■ THE PROBLEM ■
Lines with the word "outingRows" are the answer; copy each of them from the data below.

■ PROVIDED DATA ■
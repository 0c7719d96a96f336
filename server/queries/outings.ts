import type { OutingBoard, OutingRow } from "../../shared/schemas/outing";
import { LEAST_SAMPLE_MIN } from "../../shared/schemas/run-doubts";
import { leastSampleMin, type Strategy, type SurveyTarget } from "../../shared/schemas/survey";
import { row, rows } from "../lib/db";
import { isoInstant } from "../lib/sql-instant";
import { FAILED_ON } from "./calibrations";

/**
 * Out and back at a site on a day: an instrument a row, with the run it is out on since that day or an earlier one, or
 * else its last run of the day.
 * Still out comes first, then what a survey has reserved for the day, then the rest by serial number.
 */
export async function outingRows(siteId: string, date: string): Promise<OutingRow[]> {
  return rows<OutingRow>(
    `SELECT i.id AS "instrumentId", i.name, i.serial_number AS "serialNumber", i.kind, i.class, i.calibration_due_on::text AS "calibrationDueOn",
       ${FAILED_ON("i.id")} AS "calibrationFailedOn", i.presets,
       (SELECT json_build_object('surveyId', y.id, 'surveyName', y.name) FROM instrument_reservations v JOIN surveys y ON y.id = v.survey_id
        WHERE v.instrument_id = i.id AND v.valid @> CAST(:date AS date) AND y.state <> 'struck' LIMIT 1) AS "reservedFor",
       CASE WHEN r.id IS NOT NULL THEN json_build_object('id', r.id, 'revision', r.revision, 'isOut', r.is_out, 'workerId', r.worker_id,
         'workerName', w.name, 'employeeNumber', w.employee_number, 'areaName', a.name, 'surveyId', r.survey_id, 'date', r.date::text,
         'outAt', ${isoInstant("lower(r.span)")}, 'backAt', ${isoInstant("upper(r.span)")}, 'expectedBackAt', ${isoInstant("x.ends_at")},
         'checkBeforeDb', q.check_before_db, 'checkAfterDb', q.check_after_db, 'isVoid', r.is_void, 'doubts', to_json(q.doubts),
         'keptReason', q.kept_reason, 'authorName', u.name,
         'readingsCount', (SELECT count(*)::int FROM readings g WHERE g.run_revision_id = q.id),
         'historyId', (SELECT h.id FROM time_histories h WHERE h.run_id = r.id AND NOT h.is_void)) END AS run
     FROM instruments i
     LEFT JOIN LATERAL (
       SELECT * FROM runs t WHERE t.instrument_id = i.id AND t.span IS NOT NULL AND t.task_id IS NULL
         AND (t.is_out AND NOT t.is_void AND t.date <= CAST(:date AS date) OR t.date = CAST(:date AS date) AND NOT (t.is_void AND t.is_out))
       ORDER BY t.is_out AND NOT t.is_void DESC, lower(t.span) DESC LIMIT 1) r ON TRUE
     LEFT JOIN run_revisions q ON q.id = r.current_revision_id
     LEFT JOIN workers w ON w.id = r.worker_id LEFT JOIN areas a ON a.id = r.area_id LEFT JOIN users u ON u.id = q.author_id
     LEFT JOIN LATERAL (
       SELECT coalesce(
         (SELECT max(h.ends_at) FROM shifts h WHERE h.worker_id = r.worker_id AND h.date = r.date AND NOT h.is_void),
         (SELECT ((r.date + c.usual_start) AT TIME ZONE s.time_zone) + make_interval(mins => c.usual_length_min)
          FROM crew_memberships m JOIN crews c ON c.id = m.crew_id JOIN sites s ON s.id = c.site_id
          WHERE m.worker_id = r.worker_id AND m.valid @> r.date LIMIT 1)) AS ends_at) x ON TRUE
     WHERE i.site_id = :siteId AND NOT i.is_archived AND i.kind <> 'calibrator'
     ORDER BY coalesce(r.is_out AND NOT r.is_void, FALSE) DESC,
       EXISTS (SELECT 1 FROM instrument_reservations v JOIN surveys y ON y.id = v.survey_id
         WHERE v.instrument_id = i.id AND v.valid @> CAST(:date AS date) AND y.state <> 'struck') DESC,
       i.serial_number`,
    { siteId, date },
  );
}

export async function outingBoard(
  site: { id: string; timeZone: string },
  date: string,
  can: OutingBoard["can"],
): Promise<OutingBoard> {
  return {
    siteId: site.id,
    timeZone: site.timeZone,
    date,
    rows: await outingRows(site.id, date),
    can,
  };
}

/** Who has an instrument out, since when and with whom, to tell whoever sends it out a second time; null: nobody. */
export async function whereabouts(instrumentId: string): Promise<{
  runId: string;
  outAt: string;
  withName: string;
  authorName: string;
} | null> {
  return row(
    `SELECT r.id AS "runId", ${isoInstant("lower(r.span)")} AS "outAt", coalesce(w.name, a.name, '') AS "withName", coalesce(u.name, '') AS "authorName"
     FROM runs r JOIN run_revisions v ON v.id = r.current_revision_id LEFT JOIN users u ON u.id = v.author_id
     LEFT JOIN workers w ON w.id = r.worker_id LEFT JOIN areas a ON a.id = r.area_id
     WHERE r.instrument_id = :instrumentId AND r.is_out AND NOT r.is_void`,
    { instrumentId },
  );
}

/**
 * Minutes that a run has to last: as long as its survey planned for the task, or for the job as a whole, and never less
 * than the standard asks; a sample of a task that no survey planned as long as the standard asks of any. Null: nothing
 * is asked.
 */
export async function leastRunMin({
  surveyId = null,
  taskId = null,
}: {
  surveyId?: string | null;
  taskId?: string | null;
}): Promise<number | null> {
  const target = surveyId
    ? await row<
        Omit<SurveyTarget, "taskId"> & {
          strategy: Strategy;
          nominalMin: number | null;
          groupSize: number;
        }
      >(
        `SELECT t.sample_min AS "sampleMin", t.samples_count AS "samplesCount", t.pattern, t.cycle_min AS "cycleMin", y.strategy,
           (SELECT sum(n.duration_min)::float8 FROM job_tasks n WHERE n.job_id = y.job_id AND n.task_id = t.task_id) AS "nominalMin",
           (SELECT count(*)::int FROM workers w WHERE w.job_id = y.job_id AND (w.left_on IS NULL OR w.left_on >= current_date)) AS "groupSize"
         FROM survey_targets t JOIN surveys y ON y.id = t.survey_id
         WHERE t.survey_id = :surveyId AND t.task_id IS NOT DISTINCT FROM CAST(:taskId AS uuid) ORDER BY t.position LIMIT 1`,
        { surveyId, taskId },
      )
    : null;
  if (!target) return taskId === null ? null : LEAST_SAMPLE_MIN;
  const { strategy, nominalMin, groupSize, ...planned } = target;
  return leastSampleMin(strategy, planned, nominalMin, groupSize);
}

■ ANSWER ■
export async function outingRows(siteId: string, date: string): Promise<OutingRow[]> {
    rows: await outingRows(site.id, date),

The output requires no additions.